Mazlum Delik war der Mann des Spiels

Mazlum Delik vom TSV Wiepenkathen erzielte bereits 17 Tore. Damit führt er die Statistik gemeinsam mit Patrick Hanke (ASC) an. Foto: Brunsch

Mazlum Delik vom TSV Wiepenkathen erzielte bereits 17 Tore. Damit führt er die Statistik gemeinsam mit Patrick Hanke (ASC) an. Foto: Brunsch

Am vergangenen Wochenende gelangen dem in Deutschland geborenen Mazlum Delik im Spitzenspiel der 1. Kreisklasse gegen die VSV Hedendorf/Neukloster III alle vier Treffer beim 4:2-Erfolg. 

Freitag, 22.10.2021, 07:00 Uhr

Der TSV Wiepenkathen II blieb dadurch weiterhin ungeschlagen. Delik erzielte in der laufenden Saison bislang 15 Tore. Der 27-jährige Mittelstürmer weiß, wo das Tor steht und weiß auch, wo er stehen muss, um viele Treffer zu erzielen. Delik betreibt einen Dönerladen in Mittelnkirchen, ist daher beruflich sehr eingeschränkt. „Trotzdem versucht Mazlum immer zum Training zu kommen. Er ist für uns sehr wichtig, da er auch menschlich gut reinpasst und ein sehr korrekter, nie egoistischer Mensch ist. Mazlum ist ein guter Junge“, schwärmt Wiepenkathens Trainer Franz Olenberger. Der verheiratete und zweifache Familienvater, mit kurdischen Wurzeln, fing erst im Herrenbereich an, Fußball zu spielen. „Wer weiß, wo ich heute spielen würde, wäre ich früher angefangen“, witzelt Delik. Es begann alles beim VfL Stade. Über den TSV Wiepenkathen II ging es wieder zurück zum VfL Stade, weiter zur SG Lühe, den VfL Horneburg, Schwinger SC, um erneut in Wiepenkathen zu landen. Der Aufstieg in die Kreisliga ist das erklärte Ziel und er persönlich will „weiter an mir arbeiten, damit ich der Mannschaft noch mehr helfen kann.“ Von seinem persönlichen Saisonziel „20 Tore“, ist er gar nicht mehr weit entfernt.

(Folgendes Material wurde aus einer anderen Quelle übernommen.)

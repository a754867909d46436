import type { Transaction } from 'sequelize';
import { exact } from '@driprail/shared/domain/money/exact';
import { centsText, decimalText } from '@driprail/shared/domain/money/rounding';
import type { PersonWeek } from '@driprail/shared/domain/pay/pay-week.types';
import { formatDate, formatDay } from '@driprail/shared/domain/time/format';
import { companyOf } from '../../db/company.ts';
import type { PayWeek } from '../../db/models/index.ts';
import { PayStatement, User } from '../../db/models/index.ts';
import { queueMail } from '../../outbox/mails.ts';

/**
 * Tells those paid in a locked week who have a login where their statement is. A link; the figures stay behind the
 * sign-in, unless the owner chose that the mail names gross and hours.
 */
export async function mailStatements(
  tx: Transaction,
  now: Date,
  week: PayWeek,
  personIds: string[],
  baseUrl: string,
): Promise<void> {
  const { name, statementMailShowsFigures } = await companyOf(tx);
  const users = await User.findAll({ where: { personId: personIds, isActive: true }, transaction: tx });
  const statements = statementMailShowsFigures
    ? await PayStatement.findAll({ where: { payWeekId: week.id }, transaction: tx })
    : [];
  const span = `${formatDay(week.startsOn)} to ${formatDate(week.endsOn)}`;
  for (const user of users) {
    if (!user.passwordHash || !user.personId) continue;
    const statement = statements.find((one) => one.personId === user.personId);
    const figures = statement ? figureWords(statement) : '';
    await queueMail(tx, now, {
      to: user.email,
      subject: `${name}: your pay statement, ${span}`,
      body: `Hello ${user.name},\n\nYour pay statement of ${span} is ready.${figures} Sign in to read it:\n\n${baseUrl}/statements/${week.startsOn}/${user.personId}\n\nIf something is not right, tell the owner.`,
    });
  }
}

function figureWords({ grossCents, summary }: PayStatement): string {
  const hours = decimalText(exact((summary as PersonWeek).hoursWorked), 2);
  return ` Gross ${centsText(grossCents)} for ${hours} h, before any withholding.`;
}
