import { DataTypes, Model } from 'sequelize';
import type { InferAttributes, InferCreationAttributes, Sequelize } from 'sequelize';

export class ServiceInclude extends Model<InferAttributes<ServiceInclude>, InferCreationAttributes<ServiceInclude>> {
  declare serviceId: string;
  declare includedId: string;
  declare position: number;
}

export function initServiceInclude(sequelize: Sequelize): void {
  ServiceInclude.init(
    {
      serviceId: { type: DataTypes.UUID, primaryKey: true },
      includedId: { type: DataTypes.UUID, primaryKey: true },
      position: { type: DataTypes.INTEGER, allowNull: false },
    },
    { sequelize, modelName: 'ServiceInclude', tableName: 'service_includes', underscored: true, timestamps: false },
  );
}
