import { DataTypes, Model } from 'sequelize';
import type { CreationOptional, InferAttributes, InferCreationAttributes, Sequelize } from 'sequelize';
import type { Channel } from '@driprail/shared/domain/customer/consent';
import type { MessageKind } from '@driprail/shared/domain/messages/kinds';
import type { MessageState } from '@driprail/shared/domain/messages/states';

export class Message extends Model<InferAttributes<Message>, InferCreationAttributes<Message>> {
  declare id: string;
  declare kind: MessageKind;
  declare channel: Channel;
  declare eventKey: string;
  declare customerId: string;
  declare jobId: string;
  declare visitId: CreationOptional<string | null>;
  declare causeId: CreationOptional<string | null>;
  declare amountCents: CreationOptional<number | null>;
  declare state: MessageState;
  declare reason: CreationOptional<string>;
  declare createdAt: Date;
  declare nextTryAt: Date;
  declare lastMoment: CreationOptional<Date | null>;
  declare tries: CreationOptional<number>;
  declare claimedAt: CreationOptional<Date | null>;
  declare sentAt: CreationOptional<Date | null>;
  declare lastError: CreationOptional<string>;
  declare recipient: CreationOptional<string>;
  declare subject: CreationOptional<string>;
  declare body: CreationOptional<string>;
  declare toldFrom: CreationOptional<Date | null>;
  declare toldTo: CreationOptional<Date | null>;
  declare bouncedAt: CreationOptional<Date | null>;
}

export function initMessage(sequelize: Sequelize): void {
  Message.init(
    {
      id: { type: DataTypes.UUID, primaryKey: true },
      kind: { type: DataTypes.TEXT, allowNull: false },
      channel: { type: DataTypes.TEXT, allowNull: false },
      eventKey: { type: DataTypes.TEXT, allowNull: false },
      customerId: { type: DataTypes.UUID, allowNull: false },
      jobId: { type: DataTypes.UUID, allowNull: false },
      visitId: { type: DataTypes.UUID, allowNull: true },
      causeId: { type: DataTypes.UUID, allowNull: true },
      amountCents: { type: DataTypes.BIGINT, allowNull: true },
      state: { type: DataTypes.TEXT, allowNull: false },
      reason: { type: DataTypes.TEXT },
      createdAt: { type: DataTypes.DATE, allowNull: false },
      nextTryAt: { type: DataTypes.DATE, allowNull: false },
      lastMoment: { type: DataTypes.DATE, allowNull: true },
      tries: { type: DataTypes.INTEGER },
      claimedAt: { type: DataTypes.DATE, allowNull: true },
      sentAt: { type: DataTypes.DATE, allowNull: true },
      lastError: { type: DataTypes.TEXT },
      recipient: { type: DataTypes.TEXT },
      subject: { type: DataTypes.TEXT },
      body: { type: DataTypes.TEXT },
      toldFrom: { type: DataTypes.DATE, allowNull: true },
      toldTo: { type: DataTypes.DATE, allowNull: true },
      bouncedAt: { type: DataTypes.DATE, allowNull: true },
    },
    { sequelize, modelName: 'Message', tableName: 'messages', underscored: true, timestamps: false },
  );
}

Was war Ihr schönstes Erlebnis auf dem Fußballfeld?

„Das Spitzenspiel jetzt gegen Hedendorf/Neukloster III mit meinen vier Toren. Dadurch konnte ich der Mannschaft helfen. Der Trainer hat immer an mich geglaubt und mir immer Mut zugesprochen.“

Was war Ihr schlimmstes Erlebnis auf dem Fußballfeld?

„Für mich ist es immer schlimm, wenn ich mit einer Verletzung ausfalle. Dann verliert man seinen Rhythmus und muss sich wieder herankämpfen.“

Wer ist Ihr Vorbild?

„Ich habe kein Vorbild. Man muss sich selber sehen und versuchen, für andere ein Vorbild zu sein.“

Copyright © 2025 TAGEBLATT | Weiterverwendung und -verbreitung nur mit Genehmigung.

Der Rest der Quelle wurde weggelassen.